[Saved entries]
>>>

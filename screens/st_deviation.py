"""Acute ST deviation: J-point elevation meeting the universal-definition cut points, its
equivalents (posterior, LBBB/paced by Sgarbossa and Smith, aVR with widespread depression) and
ST depression on its own.

What it flags (one finding per ECG; `evidence.values.pattern` says which, most specific first)
    lbbb_or_paced     QRS >= 120 ms with a left-bundle-branch-block shape from the lead amplitudes
                      (V1 dominant S, I and V6 dominant R; a local reading of the shape), or a
                      paced rhythm: the plain cut points are NOT applied. Sgarbossa (concordant
                      STE >= 100 uV: 5; concordant STD >= 100 uV in V1-V3: 3; discordant STE
                      >= 500 uV: 2; positive at >= 3 points) [SGARBOSSA-1996] or the
                      Smith-modified rule (either of Sgarbossa's first two, or discordant STE
                      >= 100 uV with ST/S <= -0.25) [SMITH-2012]; either positive is tier 1.
    st_elevation      J-point elevation meeting the cut point in two contiguous leads [UDMI-2018]:
                      >= 100 uV in all leads other than V2-V3; V2-V3 >= 200 uV men >= 40 y,
                      >= 250 uV men < 40 y, >= 150 uV women; V3R/V4R >= 50 uV (>= 100 uV men
                      < 30 y); V7-V9 >= 50 uV (>= 100 uV men < 40 y). A single lead never
                      suffices. Whatever else is present (several walls, a pericarditis-like
                      distribution, LVH voltage, the same elevation on an old prior ECG), an
                      elevation that meets these cut points stays an ST-elevation finding with
                      its territories, at tier 1 or 2.
    avr_widespread_depression
                      ST elevation >= 100 uV in aVR with ST depression >= 50 uV in >= 6 other
                      leads [PRACTICE]; it takes precedence over the two patterns below, whose
                      depression is then part of the widespread one.
    posterior_depression
                      ST depression >= 50 uV in two of V1-V3 [UDMI-2018]: a posterior-equivalent
                      finding whether or not R is dominant. A dominant R (R/|S| > 1) and an
                      upright T in a depressed lead are supporting evidence (score), not a
                      requirement. V7-V9 keep their own elevation cut points (above).
    st_depression     ST depression >= 50 uV in two contiguous leads [UDMI-2018], with none of
                      the above. The lake holds the J-point value only, so horizontal or
                      downsloping cannot be told from upsloping; a caveat says so.
    not_evaluable     (setting report_not_evaluable) any of the 12 standard leads has no ST value
                      and nothing else was found: tier 4, never a silent pass.

Contiguity (screens/_leads.py) [UDMI-2018]: the lead groups inferior II, III, aVF (any two),
lateral/apical I, aVL, posterior V7-V9 (any two), right-sided V3R, V4R; the precordial chain
V4R, V3R, V1 ... V6, V7 by neighbours. -aVR (Cabrera order, PRACTICE) never makes a pair; when it
agrees with a limb-lead finding it is listed as supporting evidence. Territories, from the leads
that meet the cut points in a contiguous pair: inferior II, III, aVF; lateral I, aVL, V5, V6;
septal V1, V2; anterior V3, V4 (UDMI groups V1-V6 as anterior; the split is PRACTICE);
posterior V7-V9, or two of V1-V3 depressed; right_ventricular V3R, V4R.

Reciprocal depression (>= 50 uV in two contiguous leads of the opposite wall) is recorded and
raises the rank: inferior <-> I, aVL or two of V1-V3; lateral <-> II, III, aVF or two of
V1-V3; anterior, septal <-> II, III, aVF; posterior (V7-V9) <-> V1-V3; right_ventricular <-> I, aVL.

Tiers (1 most urgent; docs/prioritisation.md gives the reasons)
    pattern              base                                      range
    lbbb_or_paced        1                                         1..2
    st_elevation         1 with reciprocal depression, or a lead   1..2
                         at >= 2x its cut point, or >= 3 leads;
                         else 2
    avr / posterior      2                                         1..2
    st_depression        3                                         2..4
    not_evaluable        4                                         3..4
    +1 (less urgent), never past the range:
       - the same deviation on a prior ECG older than the episode window (prior_old_h, > 72 h):
         every lead that fires now fired then. A prior within the window that shows it makes
         the finding persistent, not old: no change.
       - st_elevation: a pericarditis-like distribution (elevation over >= 3 walls, no ST
         depression in any lead but aVR, V1 included, aVR not elevated, no lead at clear
         amplitude; PR-segment depression is not in the measurements).
       - left ventricular hypertrophy by voltage (Sokolow-Lyon S V1 + max R V5/V6 >= 3500 uV
         [SOKOLOW-1949]; Cornell R aVL + S V3 > 2800 uV men, > 2000 uV women [CORNELL-1985])
         when it explains the deviation: st_elevation only in V1-V3 and proportionate
         (ST < 0.25 x |S| in every elevated lead, LOCAL), or st_depression only in
         I, aVL, V5, V6. LVH never explains inferior or lateral elevation.
    -1 (more urgent), never past the range:
       - troponin in the window above its assay's upper reference limit (trop_max_ratio > 1
         [UDMI-2018]) or rising (trop_delta_ng_l >= 5 ng/L, LOCAL; assay dependent);
       - st_depression: new against a prior ECG with lead measurements.
    So no demotion, alone or stacked, takes a UDMI-positive elevation below tier 2.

<<<

WHAT YOU ARE ASKED TO DO - Repeat exactly the lines from the first line of the records above through the line containing "[SGARBOSSA-1996] or the", both included, and nothing else.

TASK OUTPUT -
filename screens/st_deviation.py
"""Acute ST deviation: J-point elevation meeting the universal-definition cut points, its
equivalents (posterior, LBBB/paced by Sgarbossa and Smith, aVR with widespread depression) and
ST depression on its own.

What it flags (one finding per ECG; `evidence.values.pattern` says which, most specific first)
    lbbb_or_paced     QRS >= 120 ms with a left-bundle-branch-block shape from the lead amplitudes
                      (V1 dominant S, I and V6 dominant R; a local reading of the shape), or a
                      paced rhythm: the plain cut points are NOT applied. Sgarbossa (concordant
                      STE >= 100 uV: 5; concordant STD >= 100 uV in V1-V3: 3; discordant STE
                      >= 500 uV: 2; positive at >= 3 points) [SGARBOSSA-1996] or the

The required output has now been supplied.